■ **What you are asked to do**
Scan the records for the word "mass". Copy each line that includes it.

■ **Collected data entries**
————
// Converts a delay in seconds to a Duration if it is below kMaxHorizon.
std::optional<Duration> BoundedSeconds(double seconds) {
  if (!std::isfinite(seconds) || seconds < 0 ||
      seconds > DelayKernel::kMaxHorizon.seconds()) {
    return std::nullopt;
  }
  return Duration::FromSeconds(seconds);
}

}  // namespace

std::optional<DelayKernel> DelayKernel::Uniform(Duration lower, Duration upper,
                                                std::string* error) {
  DelayKernel k;
  k.kind_ = Kind::kUniform;
  k.a_ = lower;
  k.b_ = upper;
  if (!k.Finish(error)) return std::nullopt;
  return k;
}

std::optional<DelayKernel> DelayKernel::Gamma(double shape,
                                              double scale_seconds,
                                              Duration shift,
                                              double horizon_quantile,
                                              std::string* error) {
  DelayKernel k;
  k.kind_ = Kind::kGamma;
  k.shape_ = shape;
  k.scale_s_ = scale_seconds;
  k.shift_ = shift;
  k.q_ = horizon_quantile;
  if (!k.Finish(error)) return std::nullopt;
  return k;
}

std::optional<DelayKernel> DelayKernel::Exponential(double rate_per_second,
                                                    Duration shift,
                                                    double horizon_quantile,
                                                    std::string* error) {
  DelayKernel k;
  k.kind_ = Kind::kExponential;
  k.rate_ = rate_per_second;
  k.shift_ = shift;
  k.q_ = horizon_quantile;
  if (!k.Finish(error)) return std::nullopt;
  return k;
}

std::optional<DelayKernel> DelayKernel::Lognormal(double mu, double sigma,
                                                  Duration shift,
                                                  double horizon_quantile,
                                                  std::string* error) {
  DelayKernel k;
  k.kind_ = Kind::kLognormal;
  k.mu_ = mu;
  k.sigma_ = sigma;
  k.shift_ = shift;
  k.q_ = horizon_quantile;
  if (!k.Finish(error)) return std::nullopt;
  return k;
}

std::optional<DelayKernel> DelayKernel::ExGaussian(double mu_seconds,
                                                   double sigma_seconds,
                                                   double tau_seconds,
                                                   double horizon_quantile,
                                                   std::string* error) {
  DelayKernel k;
  k.kind_ = Kind::kExGaussian;
  k.mu_ = mu_seconds;
  k.sigma_ = sigma_seconds;
  k.tau_s_ = tau_seconds;
  k.q_ = horizon_quantile;
  if (!k.Finish(error)) return std::nullopt;
  return k;
}

std::optional<DelayKernel> DelayKernel::Empirical(Duration first_edge,
                                                  Duration bin_width,
                                                  std::vector<double> counts,
                                                  std::string* error) {
  DelayKernel k;
  k.kind_ = Kind::kEmpirical;
  k.first_edge_ = first_edge;
  k.bin_width_ = bin_width;
  k.counts_ = std::move(counts);
  if (!k.Finish(error)) return std::nullopt;
  return k;
}

bool DelayKernel::Finish(std::string* error) {
  const bool unbounded = kind_ == Kind::kGamma || kind_ == Kind::kExponential ||
                         kind_ == Kind::kLognormal || kind_ == Kind::kExGaussian;
  if (unbounded) {
    if (!(q_ > 0 && q_ < 1)) {
      return Fail(error, "horizon quantile must be in (0, 1)");
    }
    if (shift_ < Duration::Zero() || shift_ > kMaxHorizon) {
      return Fail(error, "shift must be in [0, 86400 s]");
    }
  }
  switch (kind_) {
    case Kind::kUniform: {
      if (a_ < Duration::Zero()) return Fail(error, "uniform lower bound < 0");
      if (b_ <= a_) return Fail(error, "uniform needs lower < upper");
      if (b_ > kMaxHorizon) return Fail(error, "uniform upper bound > 86400 s");
      lower_ = a_;
      horizon_ = b_;
      cdf_at_horizon_ = 1.0;
      return true;
    }
    case Kind::kGamma: {
      if (!std::isfinite(shape_) || shape_ <= 0) {
        return Fail(error, "gamma shape must be finite and > 0");
      }
      if (!std::isfinite(scale_s_) || scale_s_ <= 0) {
        return Fail(error, "gamma scale must be finite and > 0");
      }
      double x = boost::math::gamma_p_inv(shape_, q_, KernelPolicy());
      std::optional<Duration> width = BoundedSeconds(scale_s_ * x);
      if (!width || shift_ + *width > kMaxHorizon) {
        return Fail(error, "gamma horizon not finite or > 86400 s");
      }
      lower_ = shift_;
      horizon_ = shift_ + *width;
      break;
    }
    case Kind::kExponential: {
      if (!std::isfinite(rate_) || rate_ <= 0) {
        return Fail(error, "exponential rate must be finite and > 0");
      }
      std::optional<Duration> width = BoundedSeconds(-std::log1p(-q_) / rate_);
      if (!width || shift_ + *width > kMaxHorizon) {
        return Fail(error, "exponential horizon > 86400 s");
      }
      lower_ = shift_;
      horizon_ = shift_ + *width;
      break;
    }
    case Kind::kLognormal: {
      if (!std::isfinite(mu_)) return Fail(error, "lognormal mu must be finite");
      if (!std::isfinite(sigma_) || sigma_ <= 0) {
        return Fail(error, "lognormal sigma must be finite and > 0");
      }
      std::optional<Duration> width = BoundedSeconds(boost::math::quantile(
          boost::math::lognormal_distribution<double, KernelPolicy>(mu_, sigma_), q_));
      if (!width || shift_ + *width > kMaxHorizon) {
        return Fail(error, "lognormal horizon not finite or > 86400 s");
      }
      lower_ = shift_;
      horizon_ = shift_ + *width;
      break;
    }
    case Kind::kExGaussian: {
      if (!std::isfinite(mu_) || std::abs(mu_) > kMaxHorizon.seconds()) {
        return Fail(error, "exgauss mu must be finite and within 86400 s");
      }
      if (!std::isfinite(sigma_) || sigma_ <= 0 || !std::isfinite(tau_s_) ||
          tau_s_ <= 0) {
        return Fail(error, "exgauss sigma and tau must be finite and > 0");
      }
      exg_below_zero_ = ExGaussianCdf(0, mu_, sigma_, tau_s_);
      if (!(exg_below_zero_ <= 0.5)) {
        return Fail(error, "exgauss puts more than half its mass below zero delay");
      }
      std::optional<Duration> width = BoundedSeconds(ExGaussianQuantile(
          exg_below_zero_ + q_ * (1 - exg_below_zero_), mu_, sigma_, tau_s_));
      if (!width || *width > kMaxHorizon) {
        return Fail(error, "exgauss horizon not finite or > 86400 s");
      }
      lower_ = Duration::Zero();
      horizon_ = *width;
      break;
    }
    case Kind::kEmpirical: {
      if (first_edge_ < Duration::Zero()) {
        return Fail(error, "empirical first edge < 0");
      }
      if (bin_width_ <= Duration::Zero()) {
        return Fail(error, "empirical bin width must be > 0");
      }
      if (counts_.empty() || counts_.size() > kMaxEmpiricalBins) {
        return Fail(error, "empirical needs 1 to 65536 bins");
      }
      if (first_edge_ > kMaxHorizon ||
          static_cast<int64_t>(counts_.size()) >
              (kMaxHorizon - first_edge_).nanos() / bin_width_.nanos()) {
        return Fail(error, "empirical histogram ends after 86400 s");
      }
      double total = 0;
      for (double c : counts_) {
        if (!std::isfinite(c) || c < 0) {
          return Fail(error, "empirical counts must be finite and >= 0");
        }
        total += c;
      }
      if (!(total > 0) || !std::isfinite(total)) {
        return Fail(error, "empirical counts must not all be zero");
      }
      cum_.assign(counts_.size() + 1, 0.0);
      double run = 0;
      size_t first_nonzero = counts_.size(), last_nonzero = 0;
      for (size_t i = 0; i < counts_.size(); ++i) {
        run += counts_[i];
        cum_[i + 1] = run / total;
        if (counts_[i] > 0) {
          first_nonzero = std::min(first_nonzero, i);
          last_nonzero = i;
        }
      }
      // Exactly 1 from the last non-empty bin on, whatever the rounding.
      for (size_t i = last_nonzero + 1; i < cum_.size(); ++i) cum_[i] = 1.0;
      lower_ = first_edge_ + bin_width_ * static_cast<int64_t>(first_nonzero);
      horizon_ = first_edge_ + bin_width_ * static_cast<int64_t>(last_nonzero + 1);
      cdf_at_horizon_ = 1.0;
      return true;
    }
  }
  if (horizon_ <= lower_) {
    return Fail(error, "horizon must lie after the lower bound");
  }
  cdf_at_horizon_ = Cdf(horizon_);
  if (!(cdf_at_horizon_ > 0)) return Fail(error, "kernel has no mass");
  return true;
}

double DelayKernel::Cdf(Duration d) const {
  switch (kind_) {
    case Kind::kUniform:
      if (d <= a_) return 0.0;
      if (d >= b_) return 1.0;
      return static_cast<double>((d - a_).nanos()) /
             static_cast<double>((b_ - a_).nanos());
    case Kind::kGamma: {
      if (d <= shift_) return 0.0;
      double p = boost::math::gamma_p(shape_, (d - shift_).seconds() / scale_s_,
                                      KernelPolicy());
      return std::isfinite(p) ? p : 1.0;
    }
    case Kind::kExponential:
      if (d <= shift_) return 0.0;
      return -std::expm1(-rate_ * (d - shift_).seconds());
    case Kind::kEmpirical: {
      if (d <= first_edge_) return 0.0;
      int64_t offset = (d - first_edge_).nanos();
      int64_t width = bin_width_.nanos();
      int64_t bin = offset / width;
      if (bin >= static_cast<int64_t>(counts_.size())) return 1.0;
      size_t i = static_cast<size_t>(bin);
      double frac = static_cast<double>(offset % width) /
                    static_cast<double>(width);
      return cum_[i] + (cum_[i + 1] - cum_[i]) * frac;
    }
    case Kind::kLognormal: {
      if (d <= shift_) return 0.0;
      return boost::math::cdf(
          boost::math::lognormal_distribution<double, KernelPolicy>(mu_, sigma_),
          (d - shift_).seconds());
    }
    case Kind::kExGaussian: {
      if (d <= Duration::Zero()) return 0.0;
      const double g = ExGaussianCdf(d.seconds(), mu_, sigma_, tau_s_);
      return std::max(0.0, (g - exg_below_zero_) / (1 - exg_below_zero_));
    }
  }
  return 0.0;
}

double DelayKernel::CutCdf(Duration d) const {
  if (d <= lower_) return 0.0;
  if (d >= horizon_) return 1.0;
  // Clamped: the incomplete gamma just below the horizon can come out an ulp
  // above its value at the horizon (shape 0.003, found by fuzz/delay_kernel),
  // and the cut CDF must stay within [0, 1] and monotone.
  return std::min(Cdf(d) / cdf_at_horizon_, 1.0);
}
————
■ **Answer for this exercise**
        return Fail(error, "exgauss puts more than half its mass below zero delay");
  if (!(cdf_at_horizon_ > 0)) return Fail(error, "kernel has no mass");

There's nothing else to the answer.